Moda transpormasi Kapal Perang Republik Indonesia (KRI) TNI AL bekerja sama Pemprov Babel sudah membawanya ke kampung halaman di Bangka Belitung. Mereka pun kini menyiapkan diri untuk kembali ke tanah rantau sesuai profesinya masing-masing, setelah lebaran ini.
“Kami sangat berterima kasih kepada pemerintah dan TNI AL yang sudah menyediakan mudik gratis ini. Dengan adanya program ini kami bisa pulang ke Belitung untuk berkumpul bersama keluarga saat Lebaran, terkhusus mahasiswa yang merantau,” tutur Ridho, pemudik tujuan Belitung.
“Program ini sangat baik dan bermanfaat bagi masyarakat. Semoga ke depan kuotanya bisa lebih banyak agar lebih banyak lagi warga yang bisa merasakan manfaatnya,” kata Natasya yang mengaku baru pertama kali mengikuti program mudik gratis, dalam pemberitaan rri.co.id,.16 Maret 2026.
Mudik Lebaran merupakan kesempatan bagi masyarakat untuk kembali ke akar budaya dan keluarga, serta mempererat hubungan dengan sanak saudara. Mudik Lebaran juga menjadi kesempatan bagi masyarakat untuk melepas penat dan menghilangkan stres setelah seharian bekerja. Setibanya di kampung halaman mudik ke kampung halaman menjadi waktu untuk beristirahat dan menikmati waktu bersama keluarga, sanak saudara dan kerabat, teman sekampung.
Kuatnya tradisi mudik dari masyarakat setiap tahunnya memang menjadi perhatian pemerintah, termasuk bagi Pemprov Kepulauan Bangka Belitung. Hal itu diungkapkan Gubernur Kepulauan Bangka Belitung Hidayat Arsani.
“Pemprov Babel tidak lain dan tidak bukan hanya ingin berbuat yang terbaik untuk masyarakat. Negeri kita adalah negeri yang penuh dengan rasa tanggung jawab,” kata Gubernur Hidayat Arsani ketika menyambut kedatangan para pemudik di Pelabuhan Tanjung Gudang Belinyu Kabupaten Bangka, 16 Maret 2026.

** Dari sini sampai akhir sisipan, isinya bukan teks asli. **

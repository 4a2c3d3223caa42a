"""Derived: the link squared of every two-loop cluster {p-cycle of species i, q-cycle of species j}, at any
masses, as a finite sum of logarithms of quadratic surds (docs/perturbative.md, section 4k).

The cluster's second order in the mutual parameter d, offset integrated, is that of the weight
exp(i d Theta - g sum_a int delta^2(R_a)) over the p q link segments R_a (the winding Theta of the link
curves and the contact of strength g = 2 pi D_rel |d| that gives the exact first order). With the
Fourier form of the winding and the Gaussian laws of the two loops, every term reduces to the integrals

    int_0^1 (1 - u) ln Q(u) du    and    int_0^1 (1 - u) / Q(u) du ,

Q(u) = D_X s_p(u + dj) + D_Y s_q(u + di) quadratic in u (s_p(x) = x (p - x) / p), one per pair of
strand lags (dj, di); both are elementary (the roots of Q are real, outside (0, 1)). The local
divergences of the segment with itself depend only on D_rel = D_X + D_Y and are fixed once by the exact
two-body result of one closed pair, b_{1,1} = -|d| + d^2 (Aharonov-Bohm).

`ratio(p, q, m_i, m_j)` is r = (second order) / (first order), per link segment; the d^2 coefficient
of b is -(m_i + m_j) r / (2 m_ref p q) (`coefficient`). Exact in the masses; evaluated with mpmath at
DIGITS significant digits (the surds and logarithms are the only floating-point steps).
"""
from __future__ import annotations

from fractions import Fraction
from functools import lru_cache

import mpmath

from ..errors import NotSupportedYet
from .surd_logs import LogSum, Surd, canonical

DIGITS = 40


def _mp(x: Fraction) -> mpmath.mpf:
    return mpmath.mpf(x.numerator) / x.denominator


def _sigma(x: int, period: int) -> Fraction:
    return Fraction(x * (period - x), period)


class _Arithmetic:
    """The few operations the closed form needs: mpmath numbers (`NUMERIC`) or exact surds and sums of
    their logarithms (`EXACT`, module surd_logs)."""

    def __init__(self, number, log, sqrt, absolute):
        self.number, self.log, self.sqrt, self.abs = number, log, sqrt, absolute


NUMERIC = _Arithmetic(_mp, mpmath.log, mpmath.sqrt, abs)


EXACT = _Arithmetic(Surd, LogSum.log, Surd.sqrt, abs)


def _closed_form(p: int, q: int, dx: Fraction, dy: Fraction, ops: _Arithmetic):
    """r(p, q) at the diffusions (dx, dy) by (4k.4) of docs/perturbative.md: r = 1/2 - A/(4 D_rel) -
    (D_rel/2) sum F_2, every integral over [0, 1] of a lag pair's quadratic Q(u) = a + b u + c u^2 in closed
    form from its roots rho_1 <= 0 < 1 <= rho_2 (real: Q > 0 on (0, 1), c < 0)."""
    number, log = ops.number, ops.log

    def log_moment(rho):                            # int_0^1 (1 - u) ln|u - rho| du
        def antiderivative(v):
            if v == 0:
                return 0
            lv = log(ops.abs(v))
            return (1 - rho) * (v * lv - v) - (v * v * lv / 2 - v * v / 4)
        return antiderivative(1 - rho) - antiderivative(-rho)

    def pole_moment(rho):                           # int_0^1 (1 - u)/(u - rho) du, rho = 1 allowed
        return -1 if rho == 1 else (1 - rho) * log(ops.abs((1 - rho) / rho)) - 1
    drel, c = dx + dy, -(dx / p + dy / q)
    logs, poles = number(Fraction(0)), number(Fraction(0))
    for dj in range(p):
        for di in range(q):
            # s_p(u + dj) = (u + dj)(p - dj - u)/p on [0, 1], likewise s_q(u + di)
            a = dx * _sigma(dj, p) + dy * _sigma(di, q)
            b = dx * Fraction(p - 2 * dj, p) + dy * Fraction(q - 2 * di, q)
            if a == 0:                              # the segment with itself: Q = u (b + c u), rho_1 = 0
                rho1, rho2 = number(Fraction(0)), number(-b / c)
                poles += pole_moment(rho2) / number(-b)                      # less 1/(D_rel u)
            else:
                disc = ops.sqrt(number(b * b - 4 * a * c))
                # no cancellation in floating point (the small root of a heavy loop's pairs)
                half = -(number(b) + (disc if b >= 0 else -disc)) / 2
                rho1, rho2 = (number(a) / half, half / number(c)) if b >= 0 else (half / number(c), number(a) / half)
                poles += (pole_moment(rho2) - pole_moment(rho1)) / (number(c) * (rho2 - rho1))
            logs += log(number(-c)) / 2 + log_moment(rho1) + log_moment(rho2)
    area = -number(2 * dx / p + 2 * dy / q) * 2 * logs + 2 * number(drel) * log(number(drel))
    area += sum(2 * number(dx) * log(number(dy * _sigma(di, q))) for di in range(1, q))
    area += sum(2 * number(dy) * log(number(dx * _sigma(dj, p))) for dj in range(1, p))
    return number(Fraction(1, 2)) - area / (4 * number(drel)) - number(drel) * poles / 2


def exact_mass(value, name: str) -> Fraction:
    """A positive rational mass as a Fraction (ints, Fractions, sympy Rationals); a float is refused as
    not supported (the closed form is exact in the masses), anything else non-positive or non-rational
    is a ValueError."""
    if isinstance(value, float):
        raise NotSupportedYet(f"{name} = {value!r} is a float: give an exact mass (int, Fraction or Rational)")
    if isinstance(value, bool):
        raise ValueError(f"{name} must be a positive rational mass, got {value!r}")
    try:
        out = Fraction(str(value))
    except (TypeError, ValueError):
        raise ValueError(f"{name} must be a positive rational mass, got {value!r}") from None
    if out <= 0:
        raise ValueError(f"{name} must be a positive rational mass, got {value!r}")
    return out


def ratio(p: int, q: int, m_i=1, m_j=1, digits: int = DIGITS) -> mpmath.mpf:
    """r(p, q; m_i, m_j): the cluster's d^2 coefficient over its first order, per link segment (the
    p-cycle of mass m_i per particle, the q-cycle of mass m_j), at `digits` working digits. -3/2 for
    {2, 1} at equal masses."""
    return _ratio(p, q, _diffusion(p, q, m_i, m_j), digits)


def _diffusion(p, q, m_i, m_j) -> Fraction:
    """D_X of the p-cycle when D_X + D_Y = 1 (m_j/(m_i + m_j)), after checking the arguments."""
    for value, name in ((p, "p"), (q, "q")):
        if isinstance(value, bool) or not isinstance(value, int) or value < 1:
            raise ValueError(f"{name} must be a positive integer cycle length, got {value!r}")
    m_i, m_j = exact_mass(m_i, "m_i"), exact_mass(m_j, "m_j")
    return m_j / (m_i + m_j)


@lru_cache(maxsize=None)
def _ratio(p: int, q: int, dx: Fraction, digits: int) -> mpmath.mpf:
    """r at D_X = dx, D_Y = 1 - dx (r is homogeneous of degree zero in the diffusions)."""
    with mpmath.workdps(digits):
        return +_closed_form(p, q, dx, 1 - dx, NUMERIC)


def coefficient(p: int, q: int, m_i=1, m_j=1) -> tuple[float, float]:
    """(value, bound) of the d_ij^2 coefficient that the link of {p-cycle of i, q-cycle of j} adds to b
    (m_ref = 1), about bosons for both species; the chains of three loops are not included (m_i/2 + m_j/4
    for {2, 1}). The bound is ten times the change from DIGITS to DIGITS + 20 working digits (the
    logarithms' rounding; it grows with the mass ratio), never below 1e-15 of the value (the float)."""
    with mpmath.workdps(DIGITS + 20):
        scale = -_mp(exact_mass(m_i, "m_i") + exact_mass(m_j, "m_j")) / (2 * p * q)
        fine = scale * ratio(p, q, m_i, m_j, DIGITS + 20)
        rough = scale * ratio(p, q, m_i, m_j, DIGITS)
        return float(fine), float(max(10 * abs(fine - rough), 1e-15 * abs(fine)))


def exact_ratio(p: int, q: int, m_i=1, m_j=1):
    """r(p, q; m_i, m_j) as an exact sympy expression: a rational number plus rational multiples of
    sqrt(D) ln u, u > 1 of norm +-1 in Q(sqrt D) (the same formulas as `ratio`, in exact surd arithmetic,
    put in the canonical form of `surd_logs.canonical`; docs 4k). E.g. r(3, 1) = -2 + (sqrt(3)/12)
    ln(2 + sqrt(3)) at equal masses. Milliseconds per cluster."""
    return _exact_ratio(p, q, _diffusion(p, q, m_i, m_j))


@lru_cache(maxsize=4096)
def _exact_ratio(p: int, q: int, dx: Fraction):
    return canonical(_closed_form(p, q, dx, 1 - dx, EXACT))


def exact_coefficient(p: int, q: int, m_i=1, m_j=1):
    """The exact sympy value of `coefficient`: -(m_i + m_j) r / (2 m_ref p q), m_ref = 1."""
    import sympy
    total = exact_mass(m_i, "m_i") + exact_mass(m_j, "m_j")
    return sympy.expand(-sympy.Rational(total.numerator, total.denominator) / (2 * p * q) * exact_ratio(p, q, m_i, m_j))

Mudik Lebaran memiliki tantangan tersendiri, seperti kemacetan dan kemungkinan menemui kesulitan mencari transportasi. Itulah di antaranya Pemprov Babel mendukung sepenuhnya Program Mudik Gratis dari inisiatif TNI Angkatan Laut yang setiap tahun memanfaatkan Kapal Perang Republik Indonesia.
Dari fenomena arus mudik, kita dihadapkan pada arus balik seiring masa libur lebaran bagi para pekerja akan berakhir Selasa, 24 Maret 2026. Moda transportasi darat, laut dan udara menjadi titik perhatian pemerintah daerah. Moda transportasi yang menjadi perhatian serius adalah di jalur penyeberangan Tanjung Kalian Mentok Kabupaten Bangka Barat.
“Pada antisipasi saat arus balik nantinya yang kami prediksi kemungkinan terjadi pada 24 atau 25 Maret kemudian prediksi gelombang keduanya di 28 atau 29 Maret 2026,” kata Kapolres Bangka Barat AKBP Pradana Aditya, tulis reporter RRI Achmad Dwisahyo, di rri.co.id, Senin, 23 Maret 2026.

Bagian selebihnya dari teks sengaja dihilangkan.